## Data for this exercise:

:::

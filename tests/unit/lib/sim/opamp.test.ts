import { describe, expect, it } from "vitest";
import type { NetlistElement } from "@/lib/sim";
import { runAc, runOp, runTran } from "./helpers";

const supplies: NetlistElement[] = [
  { kind: "vsource", name: "Vp", nodes: ["vcc", "0"], dc: 15 },
  { kind: "vsource", name: "Vn", nodes: ["vee", "0"], dc: -15 },
];

function nonInverting(noiseGain: number, f: number) {
  const rg = 1000;
  const rf = rg * (noiseGain - 1);
  const elements: NetlistElement[] = [
    ...supplies,
    { kind: "vsource", name: "Vin", nodes: ["in", "0"], ac: 1 },
    { kind: "opamp", name: "U1", nodes: ["in", "inn", "out", "vcc", "vee"], model: { Aol: 1e5, GBW: 1e6 } },
  ];
  if (noiseGain === 1) elements.push({ kind: "resistor", name: "Rf", nodes: ["out", "inn"], value: 1e-3 });
  else elements.push(
    { kind: "resistor", name: "Rf", nodes: ["out", "inn"], value: rf },
    { kind: "resistor", name: "Rg", nodes: ["inn", "0"], value: rg },
  );
  return runAc({ elements, analysis: { kind: "ac", fStart: f, fStop: f, pointsPerDecade: 1 } });
}

describe("op-amp macro model: single pole Aol/(1 + s/ωp)", () => {
  it("open loop: exactly A0/(1 + jf/fa), fa = GBW/Aol = 10 Hz, at 1 Hz, 10 Hz, 1 kHz, 1 MHz", () => {
    for (const f of [1, 10, 1e3, 1e6]) {
      const r = runAc({
        elements: [
          ...supplies,
          { kind: "vsource", name: "Vin", nodes: ["in", "0"], ac: 1e-6 },
          { kind: "opamp", name: "U1", nodes: ["in", "0", "out", "vcc", "vee"], model: { Aol: 1e5, GBW: 1e6 } },
          { kind: "resistor", name: "RL", nodes: ["out", "0"], value: 1e3 },
        ],
        analysis: { kind: "ac", fStart: f, fStop: f, pointsPerDecade: 1 },
      });
      const x = f / 10;
      const den = 1 + x * x;
      expect(r.nodes.out.re[0] / 1e-6).toBeCloseTo(1e5 / den, 6);
      expect(r.nodes.out.im[0] / 1e-6).toBeCloseTo((-1e5 * x) / den, 6);
    }
  });

  // docs/references.md §5c: f−3dB = fa(1 + A0/NG), DC gain A0/(1 + A0/NG); ≈ GBW/NG (Mancini ch. 8)
  const table: [number, number, number][] = [[1, 1000010, 0.99999], [10, 100010, 9.9990001], [100, 10010, 99.9000999]];
  it.each(table)("non-inverting amplifier, noise gain %d: −3 dB at %d Hz, DC gain %f", (ng, f3, g0) => {
    const rg = nonInverting(ng, 1e-3);
    const dc = Math.hypot(rg.nodes.out.re[0], rg.nodes.out.im[0]);
    // the NG = 1 follower uses a 1 mΩ feedback resistor: its loading is below 1e-9
    expect(dc).toBeCloseTo(g0, ng === 1 ? 5 : 6);
    const r = nonInverting(ng, f3);
    const mag = Math.hypot(r.nodes.out.re[0], r.nodes.out.im[0]);
    expect(mag / dc).toBeCloseTo(Math.SQRT1_2, 6);
    // phase −45° at the closed-loop pole
    expect(Math.atan2(r.nodes.out.im[0], r.nodes.out.re[0])).toBeCloseTo(-Math.PI / 4, 5);
  });

  it("infinite input impedance and no input current without Ib", () => {
    const r = runOp({
      elements: [
        ...supplies,
        { kind: "vsource", name: "Vin", nodes: ["src", "0"], dc: 2 },
        { kind: "resistor", name: "Rsrc", nodes: ["src", "in"], value: 1e6 },
        { kind: "opamp", name: "U1", nodes: ["in", "out", "out", "vcc", "vee"], model: { Aol: 1e5, GBW: 1e6 } },
      ],
      analysis: { kind: "op" },
    });
    expect(r.nodes.in).toBeCloseTo(2, 14);
    expect(r.currents.Vin).toBeCloseTo(0, 18);
  });

  it("offset voltage and bias current: follower output = Vos − Ib·Rsrc (closed form, A0 → large)", () => {
    const r = runOp({
      elements: [
        ...supplies,
        { kind: "resistor", name: "Rsrc", nodes: ["in", "0"], value: 100e3 },
        { kind: "opamp", name: "U1", nodes: ["in", "out", "out", "vcc", "vee"], model: { Aol: 1e7, GBW: 1e6, Vos: 1e-3, Ib: 100e-9 } },
      ],
      analysis: { kind: "op" },
      options: { reltol: 1e-9 },
    });
    expect(r.nodes.out).toBeCloseTo(1e-3 - 100e-9 * 100e3, 6);
  });
});

describe("op-amp macro model: limits", () => {
  it("output swing stops 1.2 V from the positive rail (smooth clamp, within 20 mV) and reports limiting", () => {
    const r = runOp({
      elements: [
        ...supplies,
        { kind: "vsource", name: "Vin", nodes: ["in", "0"], dc: 20 },
        { kind: "opamp", name: "U1", nodes: ["in", "out", "out", "vcc", "vee"], model: { swingHigh: 1.2, swingLow: 1.5 } },
        { kind: "resistor", name: "RL", nodes: ["out", "0"], value: 10e3 },
      ],
      analysis: { kind: "op" },
    });
    expect(Math.abs(r.nodes.out - 13.8)).toBeLessThan(0.02);
    expect(r.devices.U1).toMatchObject({ kind: "opamp", limiting: true });
  });

  it("output swing stops 1.5 V from the negative rail; the rail current is the load current", () => {
    const r = runOp({
      elements: [
        ...supplies,
        { kind: "vsource", name: "Vin", nodes: ["in", "0"], dc: -20 },
        { kind: "opamp", name: "U1", nodes: ["in", "out", "out", "vcc", "vee"], model: { swingHigh: 1.2, swingLow: 1.5 } },
        { kind: "resistor", name: "RL", nodes: ["out", "0"], value: 1e3 },
      ],
      analysis: { kind: "op" },
    });
    expect(Math.abs(r.nodes.out + 13.5)).toBeLessThan(0.02);
    // sinking: the load current enters the out pin and leaves by the vee pin into Vn's + terminal (Kirchhoff);
    // the vcc pin carries ~nothing
    expect(r.currents.Vn).toBeCloseTo(-r.nodes.out / 1e3, 9);
    expect(r.currents.U1).toBeCloseTo(r.nodes.out / 1e3, 9);
    expect(Math.abs(r.currents.Vp)).toBeLessThan(1e-9);
  });

  it("output current limit: a 10 Ω load gets at most Iout = 25 mA", () => {
    const r = runOp({
      elements: [
        ...supplies,
        { kind: "vsource", name: "Vin", nodes: ["in", "0"], dc: 5 },
        { kind: "opamp", name: "U1", nodes: ["in", "out", "out", "vcc", "vee"], model: { Rout: 1, Iout: 25e-3 } },
        { kind: "resistor", name: "RL", nodes: ["out", "0"], value: 10 },
      ],
      analysis: { kind: "op" },
    });
    expect(r.currents.U1).toBeLessThanOrEqual(25e-3);
    expect(r.currents.U1).toBeGreaterThan(24.9e-3);
    expect(r.devices.U1).toMatchObject({ limiting: true });
  });

  it("Rout: a follower's output impedance is Rout/(1 + Aol) (negative feedback, closed form)", () => {
    const r = runOp({
      elements: [
        ...supplies,
        { kind: "vsource", name: "Vin", nodes: ["in", "0"], dc: 1 },
        { kind: "opamp", name: "U1", nodes: ["in", "out", "out", "vcc", "vee"], model: { Aol: 1e3, Rout: 100 } },
        { kind: "resistor", name: "RL", nodes: ["out", "0"], value: 100 },
      ],
      analysis: { kind: "op" },
      options: { reltol: 1e-9 },
    });
    // v = Aol(1 − v)·RL/(RL + Rout) ⇒ v = Aol·k/(1 + Aol·k), k = 1/2
    expect(r.nodes.out).toBeCloseTo(500 / 501, 9);
  });

  it("slew rate: a follower driven by a 0 → 5 V step rises at SR = 1 V/µs", () => {
    const r = runTran({
      elements: [
        ...supplies,
        { kind: "vsource", name: "Vin", nodes: ["in", "0"], wave: { shape: "pulse", low: 0, high: 5, delay: 1e-6, rise: 1e-9, fall: 1e-9, width: 1e-3, period: null } },
        { kind: "opamp", name: "U1", nodes: ["in", "out", "out", "vcc", "vee"], model: { Aol: 1e5, GBW: 10e6, slewRate: 1e6 } },
        { kind: "resistor", name: "RL", nodes: ["out", "0"], value: 10e3 },
      ],
      analysis: { kind: "tran", tStop: 10e-6, maxStep: 20e-9 },
    });
    const cross = (level: number) => {
      for (let i = 1; i < r.time.length; i++) {
        if (r.nodes.out[i - 1] < level && r.nodes.out[i] >= level) {
          const f = (level - r.nodes.out[i - 1]) / (r.nodes.out[i] - r.nodes.out[i - 1]);
          return r.time[i - 1] + f * (r.time[i] - r.time[i - 1]);
        }
      }
      return NaN;
    };
    const slope = (3.5 - 1.5) / (cross(3.5) - cross(1.5));
    expect(slope / 1e6).toBeCloseTo(1, 1);
    // and it settles at the input
    expect(r.nodes.out[r.time.length - 1]).toBeCloseTo(5, 3);
  });
});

:::

## What this task involves:
Only one span is to be repeated: the line with "10e6, slewRate: 1e6" through the final line of the entries above, word for word.

## Answer to the problem:
        { kind: "opamp", name: "U1", nodes: ["in", "out", "out", "vcc", "vee"], model: { Aol: 1e5, GBW: 10e6, slewRate: 1e6 } },
        { kind: "resistor", name: "RL", nodes: ["out", "0"], value: 10e3 },
      ],
      analysis: { kind: "tran", tStop: 10e-6, maxStep: 20e-9 },
    });
    const cross = (level: number) => {
      for (let i = 1; i < r.time.length; i++) {
        if (r.nodes.out[i - 1] < level && r.nodes.out[i] >= level) {
          const f = (level - r.nodes.out[i - 1]) / (r.nodes.out[i] - r.nodes.out[i - 1]);
          return r.time[i - 1] + f * (r.time[i] - r.time[i - 1]);
        }
      }
      return NaN;
    };
    const slope = (3.5 - 1.5) / (cross(3.5) - cross(1.5));
    expect(slope / 1e6).toBeCloseTo(1, 1);
    // and it settles at the input
    expect(r.nodes.out[r.time.length - 1]).toBeCloseTo(5, 3);
  });
});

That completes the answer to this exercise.